The services can be run concurrently using the docker-compose file in the root folder. The services can be run using the following commands in the root directory with the .env file:

docker compose build
docker compose up

This service replies on a backend created for the UMass Rescue Lab. The latest image of this package will be pulled using docker-compose. We now need to set up the database manually before running the Interview Transcriber. Instructions for the setting up the database can be found at: https://luxuriant-save-c5e.notion.site/Setting-Up-Backend-Docker-Container-dd2ce1e805e84b44a245991c96d46591.

Note that if you want the service to write results to the database, metadata will need to be added to the database before the transcription begins. These objects include:

  • Case
  • Blob
  • Question

Further information about object structure can be found here: https://github.com/UMass-Rescue/596-S22-Backend/blob/main/app/models.py. The Blob object will contain data for the .wav file to be transcribed. You can add as many questions to look for in the interview as you need one at a time. If you do not include these object, you will be able to see the results in the console.

Requests can then be made to the server using any API interface you prefer, we recommend Postman.

At this time, you can send requests to the backend to add objects to the database if you choose. To create the case, post to http://0.0.0.0:8000/cases/ with no body.

To create a Blob,post to http://0.0.0.0:8000/{case}/blobs with the body:

{
"key": {str},
"file_type": {str},
"description": {str},
}

To create a Questions, post to http://0.0.0.0:8000/{case}/questions with the body:

{
"text": {str}
}

We can now use the transcriber.

If you did not include the additional objects in the back end, you can send requests to http://0.0.0.0:8002/sendTranscription with the body:

{
"audio_filename": "short_test_audio",
"questions" : ["Slide the box into that empty space.", "She danced like a swan tall and graceful."]
}

These requests will not write data to the database but will print the results in the console.

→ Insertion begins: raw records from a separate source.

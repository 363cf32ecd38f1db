"""``ratecast serve`` options: what is accepted, and what is refused with a clear message."""

from __future__ import annotations

import os

import pytest

from service.cli.app import build_parser


class TestServeOptions:
    def test_defaults_listen_on_loopback_with_one_worker(
        self, monkeypatch: pytest.MonkeyPatch
    ) -> None:
        monkeypatch.delenv("RATECAST_WORKERS", raising=False)
        args = build_parser().parse_args(["serve"])
        assert (args.host, args.port, args.workers, args.store) == ("127.0.0.1", 8000, 1, None)

    def test_auto_means_one_worker_per_usable_cpu(self) -> None:
        # Reference: the CPUs this process may run on, as the Python standard library reports
        # them (os.sched_getaffinity, Linux; os.cpu_count where it does not exist).
        usable = (
            len(os.sched_getaffinity(0)) if hasattr(os, "sched_getaffinity") else os.cpu_count()
        )
        args = build_parser().parse_args(["serve", "--workers", "auto"])
        assert args.workers == usable

    def test_auto_counts_all_cpus_where_affinity_is_unknown(
        self, monkeypatch: pytest.MonkeyPatch
    ) -> None:
        monkeypatch.delattr(os, "sched_getaffinity", raising=False)
        monkeypatch.setattr(os, "cpu_count", lambda: 6)
        assert build_parser().parse_args(["serve", "--workers", "auto"]).workers == 6
        monkeypatch.setattr(os, "cpu_count", lambda: None)  # "undetermined" (Python docs)
        assert build_parser().parse_args(["serve", "--workers", "auto"]).workers == 1

    def test_workers_default_comes_from_the_environment(
        self, monkeypatch: pytest.MonkeyPatch
    ) -> None:
        monkeypatch.setenv("RATECAST_WORKERS", "3")
        assert build_parser().parse_args(["serve"]).workers == 3

    @pytest.mark.parametrize(
        ("option", "value", "message"),
        [("--workers", "0", "whole number >= 1 or 'auto'"), ("--port", "70000", "1-65535")],
    )
    def test_bad_values_are_refused_naming_them(
        self, option: str, value: str, message: str, capsys: pytest.CaptureFixture[str]
    ) -> None:
        with pytest.raises(SystemExit) as exit_info:
            build_parser().parse_args(["serve", option, value])
        assert exit_info.value.code == 2
        err = capsys.readouterr().err
        assert f"{option} {value!r}" in err and message in err


def test_serve_limits_have_documented_defaults_and_ranges() -> None:
    # The defaults docs/api.md states; uvicorn's own keep-alive default is also 5 s (from memory).
    args = build_parser().parse_args(["serve"])
    assert (args.keep_alive, args.max_connections, args.max_header_bytes) == (5, 512, 16_384)
    for option, bad in (
        ("--keep-alive", "0"),
        ("--max-connections", "x"),
        ("--max-header-bytes", "10"),
    ):
        with pytest.raises(SystemExit):
            build_parser().parse_args(["serve", option, bad])
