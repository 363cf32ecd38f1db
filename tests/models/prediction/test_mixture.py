"""Tests of models.prediction.mixture against scipy.stats.poisson and against Monte Carlo sampling.

Reference: scipy.stats.poisson (SciPy, ``scipy.stats.poisson`` pmf/cdf/sf/ppf, backed by the Cephes
``pdtr``/``pdtrc`` incomplete-gamma routines).  The mixture CDF is, by definition, the
equal-weight average over draws of Poisson CDFs, so a brute-force average of
``scipy.stats.poisson.cdf`` is an independent reference for it; the quantile is then found by a
plain search over that brute-force CDF.
"""

from __future__ import annotations

import doctest
import itertools
import re
from collections.abc import Iterable

import numpy as np
import pytest
from hypothesis import given, settings
from hypothesis import strategies as st
from numpy.typing import NDArray
from scipy import stats

import models.prediction.mixture as mixture_module
from models.exceptions import InputError
from models.prediction.mixture import MixtureSummary, mixture_cdf, mixture_quantile, summarise

QUANTILES = (0.001, 0.01, 0.025, 0.05, 0.25, 0.5, 0.75, 0.95, 0.975, 0.99, 0.999)
LEVELS = (0.5, 0.8, 0.9, 0.95, 0.99)


def test_docstring_examples_run() -> None:
    """The examples in the module's docstrings give the outputs they show."""
    result = doctest.testmod(mixture_module, optionflags=doctest.NORMALIZE_WHITESPACE)
    assert result.attempted > 0
    assert result.failed == 0


def brute_cdf(lam: NDArray[np.float64], k_max: int) -> NDArray[np.float64]:
    """F_w(k) = mean_d scipy.stats.poisson.cdf(k, lam[d, w]), k = 0..k_max; shape (k_max + 1, W)."""
    ks = np.arange(k_max + 1)
    return np.concatenate(
        [
            stats.poisson.cdf(ks[a : a + 256, None, None], lam[None]).mean(axis=1)
            for a in range(0, ks.size, 256)
        ]
    )


def brute_quantiles(
    lam: NDArray[np.float64], qs: Iterable[float]
) -> dict[float, NDArray[np.int64]]:
    """Smallest k with brute-force F(k) >= q, searched over k = 0, 1, ... per window.

    The search runs to scipy's ppf at the largest draw of the whole array plus a margin; the
    assertion confirms that every window's CDF has reached each level by then.
    """
    qs = list(qs)
    cdf = brute_cdf(lam, int(stats.poisson.ppf(max(qs), lam.max())) + 5)
    result = {}
    for q in qs:
        assert np.all(cdf[-1] >= q)
        result[q] = np.argmax(cdf >= q, axis=0).astype(np.int64)
    return result


# --- (1) all draws equal: the mixture is a single Poisson ---------------------------------------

If you did include additional objects in the backend, you can send a post request to http://0.0.0.0:8000/{case}/interviews with the body:

{
"first_name": {str},
"last_name": {str},
"address": {str},
"blob_id": {int}
}

Note that you will need to fill in the fields with the appropriate data, including the id of the Blob object you created earlier.

The transcription service may take several minutes to run but when it completes you will be able to use http://0.0.0.0:8000/interviews/{interview_id}/answers to get the results.

Each service can be run with docker locally to debug. See the corresponding READMEs for more details.